Partial Conversions of 3.0% Green Notes due June 2028
During the three months ended March 31, 2026, 3.0% Green Notes due June 2028 became eligible for conversion after the satisfaction of the Closing Price Condition specified in the underlying indenture dated May 16, 2023 (the “2023 Indenture”).
During the three months ended March 31, 2026, holders elected to convert approximately $18.4 million aggregate principal amount of the 3.0% Green Notes due June 2028. In accordance with the conversion provisions of the 2023 Indenture, including our obligation to settle conversions in cash, shares of Class A common stock, or a combination thereof, we issued 976,992 shares of our Class A common stock in settlement of these conversions.

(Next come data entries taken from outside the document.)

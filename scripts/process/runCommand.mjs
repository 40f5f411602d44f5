import { spawn } from 'node:child_process';
import { root } from '../checkout.mjs';

const keptTailChars = 4_000;
const running = new Set();

// A command must not outlive the script that waits for it.
process.on('exit', () => running.forEach((child) => child.kill('SIGTERM')));

/** A command that ended with another exit code than 0; the message holds the end of what it printed. */
export class CommandFailed extends Error {
  constructor(command, { code, signal, output }) {
    super(`${command} ended with ${signal ?? `exit code ${code}`}.\n${output.trim().slice(-keptTailChars)}`);
    this.code = code;
    this.output = output;
  }
}

/**
 * Runs a program to its end and resolves to what it wrote on standard output.
 * Options are those of child_process.spawn, plus `input` (text for standard input), `isShown` (output goes straight to
 * the terminal instead of being collected) and `isFinishedAlways` (it goes on when the script ends).
 */
export function runCommand(command, args, { input, isShown = false, isFinishedAlways = false, ...options } = {}) {
  return new Promise((resolve, reject) => {
    const output = isShown ? 'inherit' : 'pipe';
    const child = spawn(command, args, { cwd: root, ...options, stdio: [input === undefined ? 'ignore' : 'pipe', output, output] });
    if (!isFinishedAlways) running.add(child);
    let stdout = '';
    let everything = '';
    child.stdout?.on('data', (chunk) => { stdout += chunk; everything += chunk; });
    child.stderr?.on('data', (chunk) => { everything += chunk; });
    child.once('error', reject);
    child.once('close', (code, signal) => {
      running.delete(child);
      if (code === 0) resolve(stdout);
      else reject(new CommandFailed(command, { code, signal, output: everything }));
    });
    child.stdin?.on('error', () => {}); // A program that ends without reading its input says so by its exit code.
    child.stdin?.end(input);
  });
}

/** True when the program exists and ends with exit code 0. */
export async function commandWorks(command, args, options) {
  try {
    await runCommand(command, args, options);
    return true;
  } catch {
    return false;
  }
}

Following the conversions, the outstanding carrying value of the 3.0% Green Notes due June 2028 decreased by $18.2 million. As a result, we recognized $18.2 million in Additional paid-in capital in our condensed consolidated balance sheets. The impact on other line items within our condensed consolidated balance sheets and our condensed consolidated statements of operations was not material. No gain or loss was recognized in connection with the conversions.
We will continue to assess conversion eligibility each fiscal quarter in accordance with the conditions described in the 2023 Indenture governing the 3.0% Green Notes due June 2028.
Revolving Credit Facility
On December 19, 2025, we entered into a senior secured multicurrency Revolving Credit Facility in an aggregate available amount of $600.0 million, including a letter of credit sub-facility of up to $90.0 million (the “Revolving Credit Facility”). For details, see Part II, Item 8, Note 8—Outstanding Loans and Security Agreements, section Revolving Credit Facility in our 2025 Form 10-K.
As of March 31, 2026, and December 31, 2025, no amounts were drawn under the facility. Deferred financing costs of $3.7 million related to upfront fees and issuance costs have been capitalized and are being amortized over the term of the Revolving Credit Facility. During the three months ended March 31, 2026, amortization of deferred financing costs was $0.2 million. Deferred financing costs are included within Other long-term assets on our condensed consolidated balance sheets.
We are subject to financial covenants, including minimum interest coverage and maximum leverage ratios, and Bloom was in compliance with all covenants as of March 31, 2026, and December 31, 2025. Proceeds of borrowings under the Revolving Credit Facility may be used for working capital, capital expenditures, permitted acquisitions, and other general corporate purposes. We have not triggered any springing maturity provisions under the Revolving Credit Facility as of the date of the issuance of this Quarterly Report on Form 10-Q. The facility provides enhanced liquidity for general corporate purposes, including strategic initiatives.
Non-recourse Debt Facilities
For discussion of our non-recourse debt, refer to Part II, Item 8, Note 8—Outstanding Loans and Security Agreements, section Non-recourse Debt Facilities in our 2025 Form 10-K.
Repayment Schedule and Interest Expense
The following table presents details of our outstanding loan principal repayment schedule as of March 31, 2026 (in thousands):
Remainder of 2026$3,959 
2027— 
202881,236 
202975,125 
20302,500,000 
2031— 
Thereafter— 
$2,660,320 
For the three months ended March 31, 2026 and 2025, interest expense of $8.6 million and $14.4 million, respectively, including total interest expense related to our debt of $4.2 million and $10.4 million, respectively, was recorded in Interest expense on our condensed consolidated statements of operations.